One of the events is “Flows Like Water,” with NASA scientists, U.S. Poet Laureate Ada Limón, and illustrator Peter Sís, plus a global school assembly that includes actors Jennifer Aniston and Quinta Brunson, 14-year-old musician Nandi Bushell and surfer Maya Gabeira. NASA is one of our long-term partners, and we believe creativity is essential to space missions. Mo Willems, the popular children’s book author and illustrator, is teaching a session on abstract thinking.
Marketing Daily: In terms of marketing, do you think of focusing on teachers in this way as a B2B effort? Do you talk to educators differently?
Lozano: The Crayola brand has always had three targets. We talk to parents, teachers and kids directly. In some cases, the programs are a little separate, but often they overlap, like this one.

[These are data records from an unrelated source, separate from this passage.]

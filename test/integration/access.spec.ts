import { type Role, roles, rolesAllow } from '#contract';
import { v7 as newId } from 'uuid';
import { afterAll, beforeAll, describe, expect, it } from 'vitest';
import { type Agent, testApp, type TestApp } from '#support/test-app.ts';
import { buildProject, type TestProject } from '#support/test-project.ts';
import type { Route } from '../../apps/server/src/platform/http/route.ts';
import { routes } from '../../apps/server/src/routes.ts';

let app: TestApp;
let project: TestProject;

beforeAll(async () => {
  app = await testApp();
  project = await buildProject(await app.as('engineer'));
});
afterAll(() => app.close());

const guarded = routes.filter((route) => route.permission !== 'public');
/** An event stream that is allowed has no end; its own test reads it. */
const ends = (route: Route) => route.produces !== 'text/event-stream';

function call(agent: Agent, route: Route) {
  const url = `/api/v1${route.path.replace(':projectId', project.id).replace(/:\w+/g, newId())}`;
  const request = agent[route.method](url);
  return route.body ? request.send({}) : request;
}

const held = (route: Route) => roles.filter((role) => route.permission !== 'public' && rolesAllow([role], route.permission));
const lacking = (route: Route) => roles.filter((role) => !held(route).includes(role));

describe.each(guarded.map((route) => ({ route, name: `${route.method.toUpperCase()} ${route.path}` })))('$name', ({ route }) => {
  it('answers a stranger 401', async () => {
    const answer = await call(app.stranger(), route);
    expect(answer.status).toBe(401);
    expect(answer.body.type).toMatch(/not-signed-in$/);
  });

  it('answers 403 to each role without the permission, before it looks at anything else', async () => {
    for (const role of lacking(route)) expect([role, (await call(await app.as(role), route)).status]).toEqual([role, 403]);
  });

  if (ends(route)) it('lets each role with the permission through', async () => {
    for (const role of held(route)) expect([401, 403, 500], role).not.toContain((await call(await app.as(role), route)).status);
  });

  if (route.path.includes(':projectId')) it('answers 404 to members of another organisation', async () => {
    for (const role of held(route)) expect([role, (await call(await app.asOther(role), route)).status]).toEqual([role, 404]);
  });
});

describe('what another organisation sees', () => {
  it.each<Role>(['engineer', 'viewer'])('is nothing of this one (%s)', async (role) => {
    const other = await app.asOther(role);
    expect((await other.get('/api/v1/projects').expect(200)).body).toEqual([]);
    expect((await other.get('/api/v1/catalogue').expect(200)).body.dispenserTypes).toEqual([]);
    expect((await other.get('/api/v1/auth/session').expect(200)).body.organisation.name).toBe('hillside');
  });

  it('does not include types or projects to refer to', async () => {
    const other = await app.asOther('engineer');
    const mine = await buildProject(other, 'Hillside');
    const { controller } = mine.ids;
    const module = { id: newId(), controllerId: controller, typeId: project.types.output, name: 'X', baseByte: 50, slot: 5 };
    await other.post(`${mine.url}/modules`).send(module).expect(422);
    await other.post(`${mine.url}/controllers`).send({ id: newId(), cabinetId: project.ids.cabinet, name: 'X' }).expect(422);
    await other.post('/api/v1/projects').send({ id: newId(), name: 'Copy', copyHardwareFrom: project.id }).expect(404);
    await other.patch(`${mine.url}/points/${project.ids.pointA}`).set('If-Match', '"1"').send({ tag: 'X' }).expect(404);
  });
});
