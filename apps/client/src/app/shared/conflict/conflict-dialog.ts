import { ChangeDetectionStrategy, Component, inject } from '@angular/core';
import { MatButton } from '@angular/material/button';
import { MAT_DIALOG_DATA, MatDialogActions, MatDialogClose, MatDialogContent, MatDialogTitle } from '@angular/material/dialog';

/** Two people changed the same field of one row. */
export interface ConflictView {
  /** What was changed, `GC1-LP11`. */
  readonly label: string;
  readonly fields: readonly { readonly name: string; readonly mine: string; readonly theirs: string }[];
}
export type ConflictAnswer = 'mine' | 'theirs';

/** Both values side by side; nothing is lost before somebody chooses. */
@Component({
  selector: 'lw-conflict-dialog',
  imports: [MatButton, MatDialogActions, MatDialogClose, MatDialogContent, MatDialogTitle],
  changeDetection: ChangeDetectionStrategy.OnPush,
  styles: 'p { margin-bottom: 12px; } td, th { padding-left: 0; } th { background: none; position: static; } td.mine, td.theirs { font-weight: 600; white-space: normal; }',
  template: `
    <h2 matDialogTitle>{{ conflict.label }} was changed before you</h2>
    <mat-dialog-content>
      <p>Somebody else saved another value while you were typing. Choose which one stands.</p>
      <table>
        <thead><tr><th scope="col">Field</th><th scope="col">Yours</th><th scope="col">Theirs, saved</th></tr></thead>
        <tbody>
          @for (field of conflict.fields; track field.name) {
            <tr><th scope="row">{{ field.name }}</th><td class="mine">{{ field.mine }}</td><td class="theirs c-changed">{{ field.theirs }}</td></tr>
          }
        </tbody>
      </table>
    </mat-dialog-content>
    <mat-dialog-actions align="end">
      <button matButton="outlined" type="button" [mat-dialog-close]="'theirs'">Take theirs</button>
      <button matButton="filled" type="button" [mat-dialog-close]="'mine'">Keep mine</button>
    </mat-dialog-actions>`,
})
export class ConflictDialog {
  protected readonly conflict = inject<ConflictView>(MAT_DIALOG_DATA);
}
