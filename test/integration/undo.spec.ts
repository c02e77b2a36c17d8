import { v7 as newId } from 'uuid';
import { afterAll, beforeAll, beforeEach, describe, expect, it } from 'vitest';
import { type Agent, signedIn, testApp, type TestApp } from '#support/test-app.ts';
import { buildProject, buildTypes, type TestProject, type TestTypes } from '#support/test-project.ts';
import { created, deleted, undoProject, updated } from '#support/undo-project.ts';

let app: TestApp;
let engineer: Agent;
let types: TestTypes;
let project: TestProject;
let on: ReturnType<typeof undoProject>;

beforeAll(async () => {
  app = await testApp();
  engineer = await app.as('engineer');
  types = await buildTypes(engineer);
});
afterAll(() => app.close());
beforeEach(async () => {
  project = await buildProject(engineer, `Undo ${newId()}`, types);
  on = undoProject(project);
});

describe('undo of an edit', () => {
  it('puts back the fields that it changed, and only those; versions go up', async () => {
    const { dispenserA: id } = project.ids;
    const dose = await on.edit(engineer, 'dispensers', id, { doseUl: 300 }, 'Dose of GC1-L01');
    await on.edit(engineer, 'dispensers', id, { cableTag: 'W11' });
    const { notice } = await on.undone(engineer, dose);
    expect(notice.items).toEqual([{ collection: 'dispensers', id, row: expect.objectContaining({ doseUl: null, cableTag: 'W11', version: 4 }) }]);
    expect(await on.row(engineer, 'dispensers', id)).toEqual(notice.items[0]?.row);
  });

  it('is a change set of its own: who, when, what it undid, and the entry says by whom it was undone', async () => {
    const dose = await on.edit(engineer, 'dispensers', project.ids.dispenserA, { doseUl: 300 }, 'Dose of GC1-L01');
    const { id, notice } = await on.undone(engineer, dose);
    const [latest, entry] = await on.history(engineer);
    expect(latest).toMatchObject({ id, summary: 'Undone: Dose of GC1-L01', by: 'The engineer', rows: 1, sequence: notice.sequence, undoes: dose, undoneBy: null });
    expect(entry).toMatchObject({ id: dose, undoes: null, undoneBy: { id, by: 'The engineer', at: latest?.at } });
  });

  it('is redone by its own undo, again and again, without piling up words', async () => {
    const { dispenserA } = project.ids;
    const dose = await on.edit(engineer, 'dispensers', dispenserA, { doseUl: 300 }, 'Dose of GC1-L01');
    const undo = await on.undone(engineer, dose);
    const redo = await on.undone(engineer, undo.id);
    expect(await on.row(engineer, 'dispensers', dispenserA)).toMatchObject({ doseUl: 300, version: 4 });
    expect((await on.history(engineer)).slice(0, 3)).toMatchObject([
      { id: redo.id, summary: 'Redone: Dose of GC1-L01', undoes: undo.id, undoneBy: null },
      { id: undo.id, undoneBy: { id: redo.id } },
      { id: dose, undoneBy: null },
    ]);
    await on.undone(engineer, dose);
    expect(await on.row(engineer, 'dispensers', dispenserA)).toMatchObject({ doseUl: null, version: 5 });
    const [latest, again, , first] = await on.history(engineer);
    expect(latest).toMatchObject({ summary: 'Undone: Dose of GC1-L01', undoes: redo.id });
    expect([again?.undoneBy?.id, first?.undoneBy?.id]).toEqual([latest?.id, latest?.id]);
  });

  it('gets the same answer when it is asked again, also at the same time', async () => {
    const dose = await on.edit(engineer, 'dispensers', project.ids.dispenserA, { doseUl: 300 });
    const id = newId();
    const answers = await Promise.all([1, 2, 3].map(() => on.undo(engineer, dose, id)));
    expect(answers.map((answer) => answer.status)).toEqual([200, 200, 200]);
    const again = await on.undo(engineer, dose, id).expect(200);
    for (const answer of answers) expect(answer.body).toEqual(again.body);
    expect((await on.history(engineer)).filter((entry) => entry.undoes === dose)).toHaveLength(1);
  });

  it('makes deleted rows again with their values, and redo deletes them again', async () => {
    const { pointA, dispenserA, assignment } = project.ids;
    const before = await on.state(engineer);
    const gone = await on.apply(engineer, 'Point GC1-L01 deleted', [deleted('points', pointA, 1)]);
    const { id } = await on.undone(engineer, gone);
    expect(await on.state(engineer)).toEqual(before);
    for (const [path, row] of [['points', pointA], ['dispensers', dispenserA], ['assignments', assignment]]) {
      expect((await on.row(engineer, path ?? '', row ?? '')).version).toBe(2);
    }
    await on.undone(engineer, id);
    await engineer.get(`${on.url}/points/${pointA}`).expect(404);
  });

  it('takes a module back with the groups that it brought', async () => {
    const before = await on.state(engineer);
    const made = await on.apply(engineer, 'DO2 added', [created('modules', newId(), { controllerId: project.ids.controller, typeId: types.output, name: 'DO2', baseByte: 8, slot: 3 })]);
    await on.undone(engineer, made);
    expect(await on.state(engineer)).toEqual(before);
  });

  it('swaps back what was swapped', async () => {
    const { pointA, pointB } = project.ids;
    const before = await on.state(engineer);
    const swap = await on.apply(engineer, 'Tags swapped', [updated('points', pointA, 1, { tag: 'GC1-L02' }), updated('points', pointB, 1, { tag: 'GC1-L01' })]);
    const { id } = await on.undone(engineer, swap);
    expect(await on.state(engineer)).toEqual(before);
    await on.undone(engineer, id);
    expect(await on.row(engineer, 'points', pointA)).toMatchObject({ tag: 'GC1-L02', version: 4 });
  });

  it('puts back the policies of the project', async () => {
    const policies = async () => (await engineer.get(project.url).expect(200)).body as { version: number; sparePercent: number };
    const { version } = await policies();
    const set = await on.apply(engineer, 'Spare', [updated('projects', project.id, version, { sparePercent: 5 })]);
    await on.undone(engineer, set);
    expect(await policies()).toMatchObject({ sparePercent: 20, version: version + 2 });
  });

  it('leaves no trace where it is not known, not allowed or of somebody else', async () => {
    const dose = await on.edit(engineer, 'dispensers', project.ids.dispenserA, { doseUl: 300 });
    await on.undo(await app.as('viewer'), dose).expect(403);
    await on.undo(app.stranger(), dose).expect(401);
    await on.undo(await app.asOther('engineer'), dose).expect(404);
    await on.undo(engineer, newId()).expect(404);
    const other = undoProject(await buildProject(engineer, `Other ${newId()}`, types));
    await other.undo(engineer, dose).expect(404);
    await engineer.post(`${on.url}/change-sets/${dose}/undo`).send({ id: 'x' }).expect(422);
    expect(await on.row(engineer, 'dispensers', project.ids.dispenserA)).toMatchObject({ doseUl: 300, version: 2 });
  });

  it('is announced like every change', async () => {
    const dose = await on.edit(engineer, 'dispensers', project.ids.dispenserA, { doseUl: 300 });
    const since = (await on.history(engineer))[0]?.sequence ?? 0;
    const { notice } = await on.undone(engineer, dose);
    expect((await engineer.get(`${on.url}/changes?since=${since}`).expect(200)).body).toEqual(notice);
  });
});

describe('an undo is refused with the reason', () => {
  it('where somebody changed the same field later: who, when, what', async () => {
    const { dispenserA } = project.ids;
    const dose = await on.edit(engineer, 'dispensers', dispenserA, { doseUl: 300, cableTag: 'W1' });
    await on.edit(engineer, 'dispensers', dispenserA, { doseUl: 500 }, 'Dose of GC1-L01');
    const problem = await on.refused(engineer, dose);
    expect(problem.type).toMatch(/undo-refused$/);
    expect(problem.title).toBe('Later changes stand on this');
    expect(problem.detail).toMatch(/^Dispenser at GC1-L01: dose changed by The engineer on \d+ \w{3} \d{4}, \d\d:\d\d \(“Dose of GC1-L01”\)\. Undo the later changes first\.$/);
    expect(await on.row(engineer, 'dispensers', dispenserA)).toMatchObject({ doseUl: 500, cableTag: 'W1' });
  });

  it('also where the later edit came back to the same value', async () => {
    const { dispenserA } = project.ids;
    const dose = await on.edit(engineer, 'dispensers', dispenserA, { doseUl: 300 });
    await on.edit(engineer, 'dispensers', dispenserA, { doseUl: 500 });
    await on.edit(engineer, 'dispensers', dispenserA, { doseUl: 300 }, 'Dose on purpose');
    expect((await on.refused(engineer, dose)).detail).toContain('“Dose on purpose”');
  });

  it('not where the later change was undone', async () => {
    const { dispenserA } = project.ids;
    const dose = await on.edit(engineer, 'dispensers', dispenserA, { doseUl: 300 });
    const later = await on.edit(engineer, 'dispensers', dispenserA, { doseUl: 500 });
    await on.undone(engineer, later);
    await on.undone(engineer, dose);
    expect(await on.row(engineer, 'dispensers', dispenserA)).toMatchObject({ doseUl: null });
  });

  it('names a few rows and counts the others', async () => {
    const ids = Array.from({ length: 8 }, () => newId());
    const made = await on.apply(engineer, 'Eight points', ids.map((id, i) => created('points', id, { tag: `N-${i}` })));
    await on.apply(engineer, 'Bores', ids.map((id) => updated('points', id, 1, { boreMm: 60 })));
    const { detail } = await on.refused(engineer, made);
    expect(detail).toContain('Point N-0: bore changed by The engineer');
    expect(detail).toContain('5 more rows were changed later too.');
  });

  it('where it is undone already, or redone, and says by whom', async () => {
    const dose = await on.edit(engineer, 'dispensers', project.ids.dispenserA, { doseUl: 300 }, 'Dose of GC1-L01');
    const { id } = await on.undone(engineer, dose);
    expect(await on.refused(engineer, dose)).toMatchObject({ title: 'This was undone already', detail: expect.stringMatching(/“Dose of GC1-L01” was undone by The engineer on/) });
    await on.undone(engineer, id);
    expect(await on.refused(engineer, id)).toMatchObject({ title: 'This was redone already' });
  });

  it('is one of two at the same time', async () => {
    const dose = await on.edit(engineer, 'dispensers', project.ids.dispenserA, { doseUl: 300 });
    const gone = await on.apply(engineer, 'Point gone', [deleted('points', project.ids.pointB, 1)]);
    const other = await signedIn(await app.secondInstance(), app.org.emails.engineer);
    for (const set of [dose, gone]) {
      const answers = await Promise.all([on.undo(engineer, set), on.undo(other, set)]);
      expect(answers.map((answer) => answer.status).sort()).toEqual([200, 409]);
    }
  });

  it('where a row that it made was deleted since, or is used by others now', async () => {
    const [point, dispenser] = [newId(), newId()];
    const made = await on.apply(engineer, 'Point NEW-1', [created('points', point, { tag: 'NEW-1' })]);
    const hung = await on.apply(engineer, 'Dispenser at NEW-1', [created('dispensers', dispenser, { pointId: point })]);
    const used = await on.refused(engineer, made);
    expect(used.title).toBe('Other rows stand on this');
    expect(used.detail).toMatch(/^Dispenser at NEW-1 belongs to point NEW-1 now, by The engineer on .* \(“Dispenser at NEW-1”\)\. Move or delete it first\.$/);
    await on.undone(engineer, hung);
    await on.apply(engineer, 'NEW-1 deleted', [deleted('points', point, 1)]);
    expect((await on.refused(engineer, made)).detail).toMatch(/^Point NEW-1: deleted by The engineer on .* \(“NEW-1 deleted”\)\./);
  });

  it('where the parent of a row that it deleted is gone', async () => {
    const { pointB, dispenserB } = project.ids;
    const gone = await on.apply(engineer, 'Dispenser deleted', [deleted('dispensers', dispenserB, 1)]);
    await on.apply(engineer, 'GC1-L02 deleted', [deleted('points', pointB, 1)]);
    expect((await on.refused(engineer, gone)).detail).toMatch(/^Dispenser at GC1-L02 would need point GC1-L02, which was deleted, by The engineer on .* \(“GC1-L02 deleted”\)\. Undo that first\.$/);
  });

  it('where the tag or the channel of a deleted row is taken since', async () => {
    const { pointA, dispenserB, outputs } = project.ids;
    const gone = await on.apply(engineer, 'GC1-L01 deleted', [deleted('points', pointA, 1)]);
    const channel = await on.apply(engineer, 'GC1-L02 on its channel', [created('assignments', newId(), { dispenserId: dispenserB, moduleId: outputs, channel: 0, purpose: 'control' })]);
    expect(await on.refused(engineer, gone)).toMatchObject({ title: 'The design no longer allows this', detail: 'Channel 0 of DO1 is taken by GC1-L02.' });
    await on.undone(engineer, channel);
    await on.apply(engineer, 'Tag again', [created('points', newId(), { tag: 'GC1-L01' })]);
    expect((await on.refused(engineer, gone)).detail).toMatch(/tag GC1-L01 is taken by another point/i);
  });

  it('where a rule of the design forbids the old values now', async () => {
    const { dispenserB, supply } = project.ids;
    const moved = await on.edit(engineer, 'dispensers', dispenserB, { nodeId: null });
    const other = newId();
    await on.apply(engineer, 'Circuit 2', [created('circuits', other, { supplyId: supply, name: '-F2', protection: 'fuse', protectionA: 4 })]);
    await on.edit(engineer, 'dispensers', dispenserB, { circuitId: other });
    expect((await on.refused(engineer, moved)).detail).toContain('box +JB1 is in another circuit');
  });

  it('where it is the creation of the project', async () => {
    const first = (await on.history(engineer)).at(-1);
    expect((await on.refused(engineer, first?.id ?? '')).title).toBe('The creation of a project cannot be undone');
  });
});
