import type { Express } from 'express';
import { mkdtempSync, rmSync, writeFileSync } from 'node:fs';
import { tmpdir } from 'node:os';
import { join } from 'node:path';
import supertest from 'supertest';
import { afterAll, beforeAll, describe, expect, it } from 'vitest';
import { JWT_SECRET } from '#support/test-app.ts';
import { type TestDatabase, testDatabase } from '#support/test-database.ts';
import { type App, createApp } from '../../apps/server/src/app.ts';
import { createLog } from '../../apps/server/src/platform/log.ts';

let database: TestDatabase;
let app: App;
let server: Express;
const folder = mkdtempSync(join(tmpdir(), 'lanewright-client-'));

beforeAll(async () => {
  writeFileSync(join(folder, 'index.html'), '<!doctype html><lw-root ngCspNonce="BUILD_STYLE_NONCE"></lw-root><script src="main-ABCDEFGH.js" type="module"></script>');
  writeFileSync(join(folder, 'main-ABCDEFGH.js'), 'export {};');
  writeFileSync(join(folder, 'favicon.svg'), '<svg xmlns="http://www.w3.org/2000/svg"/>');
  database = await testDatabase();
  const { appUrl, authUrl } = database;
  app = await createApp({ port: 0, host: '127.0.0.1', databaseAppUrl: appUrl, databaseAuthUrl: authUrl, jwtSecret: JWT_SECRET, clientDir: folder }, createLog('silent'));
  server = app.express;
});
afterAll(async () => {
  await app.close();
  await database.drop();
  rmSync(folder, { recursive: true });
});

describe('the client\'s files', () => {
  it('give the page for addresses of its own, with the style nonce of the policy and no other', async () => {
    const answer = await supertest(server).get('/projects/1/points').expect(200);
    const nonce = /ngCspNonce="([\w-]+)"/.exec(answer.text)?.[1];
    expect(answer.headers['content-security-policy']).toContain(`style-src 'self' 'nonce-${nonce}'`);
    expect(answer.headers['content-security-policy']).toContain("script-src 'self';");
    expect(answer.headers['content-security-policy']).not.toMatch(/unsafe|upgrade-insecure/);
    expect(answer.headers['cache-control']).toBe('no-cache');
    expect((await supertest(server).get('/')).text).toBe(answer.text);
  });

  it('are kept for ever where their name holds a hash, and asked for again where it does not', async () => {
    expect((await supertest(server).get('/main-ABCDEFGH.js').expect(200)).headers['cache-control']).toBe('public, max-age=31536000, immutable');
    expect((await supertest(server).get('/favicon.svg').expect(200)).headers['cache-control']).toBe('no-cache');
  });

  it('travel compressed where the browser takes that', async () => {
    const brotli = await supertest(server).get('/main-ABCDEFGH.js').set('Accept-Encoding', 'gzip, br').expect(200);
    expect(brotli.headers).toMatchObject({ 'content-encoding': 'br', vary: 'Accept-Encoding', 'content-type': 'text/javascript; charset=utf-8' });
    expect((await supertest(server).get('/main-ABCDEFGH.js').set('Accept-Encoding', 'gzip').expect(200)).text).toBe('export {};');
    expect((await supertest(server).get('/main-ABCDEFGH.js').set('Accept-Encoding', 'identity').expect(200)).headers['content-encoding']).toBeUndefined();
  });

  it('that are missing are missing, and so are addresses of the API', async () => {
    await supertest(server).get('/main-OLDHASH1.js').expect(404);
    expect((await supertest(server).get('/api/nothing').expect(404)).headers['content-type']).toMatch(/problem\+json/);
    await supertest(server).get('/..%2fpackage.json').expect(404);
    await supertest(server).get('/api/v1/projects/%zz').expect(400);
  });
});
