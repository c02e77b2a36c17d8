import { type Static, Type } from 'typebox';
import { oneOf, Uuid } from './common.ts';
import { roles } from './permissions.ts';

const RoleName = oneOf([...roles]);

export const SignIn = Type.Object({
  email: Type.String({ minLength: 3, maxLength: 254 }),
  password: Type.String({ minLength: 1, maxLength: 1024 }),
}, { additionalProperties: false });
export type SignIn = Static<typeof SignIn>;

export const Session = Type.Object({
  person: Type.Object({ id: Uuid, name: Type.String(), email: Type.String() }),
  organisation: Type.Object({ id: Uuid, name: Type.String() }),
  roles: Type.Array(RoleName),
});
export type Session = Static<typeof Session>;
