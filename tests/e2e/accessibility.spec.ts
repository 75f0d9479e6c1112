import AxeBuilder from "@axe-core/playwright";
import { expect, type Page, test } from "@playwright/test";
import { fileOf, limitingLuminosity, pin, start, withdraw } from "./calculations";
import { cell, expectSaved, sourceLine, write } from "./folio-page";
import { signUp } from "./people";

const tags = ["wcag2a", "wcag2aa", "wcag21a", "wcag21aa", "wcag22aa"];

/** What axe finds on the page as it stands, as one line for each element. */
async function findings(page: Page): Promise<string[]> {
  const { violations } = await new AxeBuilder({ page }).withTags(tags).analyze();
  return violations.flatMap(({ id, nodes }) =>
    nodes.map(({ target, failureSummary }) => `${id}: ${target.join(" ")} — ${failureSummary}`),
  );
}

async function expectAccessible(page: Page, where: string): Promise<void> {
  await expect(page.getByRole("main")).toBeVisible();
  expect(await findings(page), where).toEqual([]);
}

/** A calculation with a slip of units and a check that fails. */
const faulty = fileOf("With errors", [
  ...limitingLuminosity,
  { id: "slip", kind: "relation", symbol: "E", formula: "L_Edd + 3 erg" },
  { id: "faint", kind: "check", condition: "L_Edd < 1e30 erg/s", because: "or it would be seen" },
]);

const forVisitors = ["/", "/sign-up", "/sign-in", "/reset", "/constants", "/help", "/mail", "/404"];

for (const colorScheme of ["light", "dark"] as const) {
  test.describe(`by ${colorScheme === "light" ? "day" : "night"}`, () => {
    test.use({ colorScheme, reducedMotion: "reduce" });

    for (const path of forVisitors) {
      test(`I meet no barrier at ${path} before I have an account`, async ({ page }) => {
        await page.goto(path);
        // All rows of the long table are alike; a few of them are looked at.
        if (path === "/constants") await page.getByRole("searchbox").fill("electron");
        await expectAccessible(page, path);
      });
    }

    test("I meet no barrier at the desk, in Settings, and on a version", async ({
      page,
      context,
    }) => {
      await signUp(context);
      await page.goto("/desk");
      await expectAccessible(page, "empty desk");
      await page.goto("/settings");
      await expectAccessible(page, "settings");

      const id = await start(page.request, faulty);
      await pin(page.request, id);
      await page.goto("/desk");
      await expectAccessible(page, "desk");
      await page.goto(`/c/${id}/v/1`);
      await page.getByLabel("constants").selectOption("codata-2022");
      await page.getByRole("button", { name: "recompute" }).click();
      await expect(page.getByRole("region", { name: "What moved" })).toBeVisible();
      await expectAccessible(page, "version");
      await withdraw(page.request, id, 1, "The mass was superseded.");
      await page.reload();
      await expectAccessible(page, "withdrawn version");
    });

    test("I meet no barrier while I write, with errors, and while I pin", async ({
      page,
      context,
    }) => {
      await signUp(context);
      const id = await start(page.request, faulty);
      await page.goto(`/c/${id}`);
      await expectSaved(page);
      await expectAccessible(page, "calculation");
      await write(page, "t = 3 Myr");
      await cell(page, "relation (2) E").focus();
      await cell(page, "relation (2) E").press("Enter");
      await expect(sourceLine(page, "relation")).toBeFocused();
      await expectAccessible(page, "open source line");
      await page.getByRole("button", { name: "pin a version" }).click();
      await expect(page.getByRole("dialog").getByLabel("Summary")).toBeFocused();
      await expectAccessible(page, "pinning");
    });
  });
}
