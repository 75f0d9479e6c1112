/** Stands in for `server-only` where there is no React server bundle: in tests. */
export {};
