import { expect, test } from "@playwright/test";
import { fileOf, limitingLuminosity, openTo, pin, start } from "./calculations";
import { seen } from "./folio-page";
import { signUp } from "./people";

test.use({ javaScriptEnabled: false });

test("A version is readable without scripts: equations, numbers, checks and provenance", async ({
  page,
  context,
}) => {
  await signUp(context);
  const id = await start(page.request, fileOf("A limit", limitingLuminosity));
  await pin(page.request, id, "As first cited");
  await openTo(page.request, id, "link");
  await context.clearCookies();

  await page.goto(`/c/${id}/v/1`);
  const calculation = page.getByRole("region", { name: "The calculation" });
  await expect(page.getByRole("heading", { name: "A limit" })).toBeVisible();
  expect(await seen(calculation)).toMatch(/=1\.2\d*(\(\d+\))?×1039ergs−1/);
  expect(await calculation.locator("math").count()).toBeGreaterThanOrEqual(3);
  await expect(calculation.getByText("holds")).toBeVisible();
  await expect(page.getByText("As first cited")).toBeVisible();
  expect(await page.locator("noscript").textContent()).toContain("Recomputing here needs scripts.");
});

test("The constants are readable without scripts, with their editions side by side", async ({
  page,
}) => {
  await page.goto("/constants");
  const main = page.getByRole("main");
  await expect(main.getByRole("heading", { level: 1 })).toBeVisible();
  await expect(main).toContainText("CODATA 2018");
  await expect(main).toContainText("CODATA 2022");
  await expect(main).toContainText(/6\.674\s?30/);
});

It’s a seven-day event, with the school portion culminating on Friday and the two final days meant to happen on the weekend, at home. We encourage teachers to share information about the program with parents, and family engagement is a high priority for schools. When families engage in ways that support teachers, it improves outcomes. Each component has different hands-on activities tied to that message or that book.
Marketing Daily: How have schools responded?
Lozano: Last year, we had nearly 80% of participants, making it a schoolwide event, so the whole school took part, not just a single classroom. Most even take the entire school into the auditorium to stream the assembly event together.
Marketing Daily: What kind of participation are you aiming for this year?
Lozano: When we started, we expected to reach maybe 250,000 kids. In our first year, we got 2 million. We knew we were on to something and have kept building on it. Last year, our third year, we had 400,000 educators and 6.1 million kids across 100 countries. Our original goal was 7.5 million this year, but our team has now updated that to 8.5 million. That would mean we will have grown to reach a quarter of U.S. school children in just four years.
We’re diligent about research and teacher feedback to optimize and improve, assessing content quality and engagement. When kids are excited to learn, that’s a dream come true for teachers.